LAS VEGAS -- The outlook for the U.S. economy is expansion at a pace around trend through 2019, according to Bill Strauss, senior economist and economic advisor, Federal Reserve Bank of Chicago.

Speaking at Heavy Duty Aftermarket Dialogue ahead of Heavy Duty Aftermarket Week, he said he also expects:

  • Employment to rise moderately with the unemployment rate remaining very low
  • The slack in the economy to disappear, which will lead to a gradually rising inflation rate
  • An increase in manufacturing output at a rate below trend in 2017 and 2018

Strauss began his presentation by reviewing what he said at HDAD in 2016. He said he was close on three of his four conclusions. But the fourth, manufacturing output, which he previously had expected to grow at a rate slightly below trend in 2016, actually saw no growth. He attributed this to the value of the U.S. dollar, which caused exports to suffer because the cost of U.S. manufactured goods was higher in foreign markets.

Going forward, he said, “I do not know the impact the new administration will have on the economy. There are lots of uncertainties.” He added that the Federal Reserve does not make assumptions when setting its policies but rather relies on data, so the Fed will have to wait to see what changes are made by the new administration before making any moves of its own.

He did say that a group made up of 50 blue chip companies has not altered its outlook on the economy, predicting 2017 to be a little better than 2016 but not substantially better. “However, there is upside risk that economic growth numbers could be higher,” Strauss said.

According to Strauss, the Federal Open Market Committee expects GDP to grow at around trend over the next three years.
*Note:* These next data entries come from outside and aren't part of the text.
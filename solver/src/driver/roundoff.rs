//! The smallest force the convergence test can resolve. The internal
//! forces are sums of element forces computed from displacement gradients,
//! so their round-off grows with the displacement even where nothing is
//! strained: a part translated as a rigid body (a stress-free pull with no
//! other support) carries no force at all, yet its residual cannot fall
//! below about ε μL (|u|/L) per node. Measured against a force scale of (nearly)
//! zero, that round-off reads as non-convergence; the force scale is
//! therefore kept above the round-off divided by the force tolerance, with
//! a margin, so a residual at the level of round-off counts as converged
//! and a genuine load, however small, keeps its own scale.

use crate::assembly::dofs::NONE;
use crate::assembly::{Discretization, DofMap};

/// Margin over the round-off estimate within which a residual is taken as
/// round-off (a rule of thumb of ours: the residual of a block translated
/// in the air, κ/μ = 5000, measured about 0.4 times the estimate; a larger margin
/// let the floor pass the genuine load of a block pressed by 0.3 μ at a
/// force tolerance of 1e-11).
pub const ROUNDOFF_MARGIN: f64 = 10.0;

/// The smallest force scale the round-off of the internal forces at `u`
/// allows: `ROUNDOFF_MARGIN · ε · F · (κ/μ) · (|u|_max / L) · √n / tolerance`,
/// with F the model's force unit μL² ([`super::newton::force_unit`]), κ/μ
/// its [`stiffness_ratio`], L the
/// bounding-box diagonal, n the free equations and `tolerance` the force
/// tolerance. Built from the material and the geometry only, so stiff
/// contact penalties do not raise it.
pub fn floor(disc: &Discretization, dofs: &DofMap, u: &[f64], tolerance: f64) -> f64 {
    let (lo, hi) = disc.model.mesh.bounding_box();
    let length = (0..3).map(|i| (hi[i] - lo[i]).powi(2)).sum::<f64>().sqrt();
    let (mut largest, mut n) = (0.0f64, 0usize);
    for (d, &q) in dofs.eq.iter().enumerate() {
        if q != NONE {
            largest = largest.max(u[d].abs());
            n += 1;
        }
    }
    let f =
        ROUNDOFF_MARGIN * f64::EPSILON * super::newton::force_unit(disc) * stiffness_ratio(disc) * (largest / length) * (n as f64).sqrt()
            / tolerance;
    if f.is_finite() {
        f
    } else {
        0.0
    }
}

/// The stiffest modulus of the model over the shear modulus of its force
/// unit: max(μ, κ) over the regions divided by the largest μ. The
/// round-off of a nearly incompressible rubber's forces is that of its
/// pressure, κ times the round-off of the volume ratio, not μ times it: a
/// block translated in the air (κ/μ = 5000) left a residual of 2e-5 of a
/// μ-based floor, so its Newton iteration wandered there for up to 20
/// corrections (measured) where it had converged.
pub fn stiffness_ratio(disc: &Discretization) -> f64 {
    let regions = &disc.model.regions;
    let mu = regions.iter().map(|r| r.material.shear_modulus()).fold(0.0, f64::max);
    let stiffest = regions.iter().map(|r| r.material.shear_modulus().max(r.material.bulk_modulus())).fold(0.0, f64::max);
    if mu > 0.0 && stiffest.is_finite() {
        (stiffest / mu).max(1.0)
    } else {
        1.0
    }
}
He is expecting final numbers for 2016 to come in at 1.8% to 1.9% growth and 2017 to be at 1.9% to 2.3%. Followed by 2018 at 1.8% to 2.2% and 2019 at 1.8% to 2.0%.

While employment increased in 2016, he said we are still short of where we should be in terms of employment numbers and what is happening “is poaching of employees from other businesses.” Typically when this happens wages and benefits rise, but this is not currently happening. FOMC expects the unemployment rate to be just below its natural level of 4.6% through 2019, according to Strauss.

He believes slow productivity growth helps explain why relatively strong employment growth has not translated into higher incomes.

Moving on to inflation, Strauss said it has increased from a year ago, and he expects inflation to continue to rise in 2017. “Food, energy or a combination of the two are what is pushing the inflation rate,” he said.

FOMC anticipates that personnel consumption expenditure inflation will be at 2% over the next three years. And what they call core PCE inflation (which excludes food and energy) will reach 2% by 2018 from its 2016 level of 1.7% to 1.8%.

Looking at manufacturing output, Strauss said things are flat compared to a year ago but that “some sectors like energy have been hammered.”

Industrial production is expected to improve in 2017, but at a pace that is below its historical rate. The Blue Chip IP Forecast calls for 2.5% growth in 2017 and 2.3% growth in 2018.

In concluding his remarks, Strauss said that, “monetary policy has been very aggressive, keeping the Fed Funds very low since December 2008.” He added that the Federal Funds Rate is expected to reach the neutral rate at the end of 2019.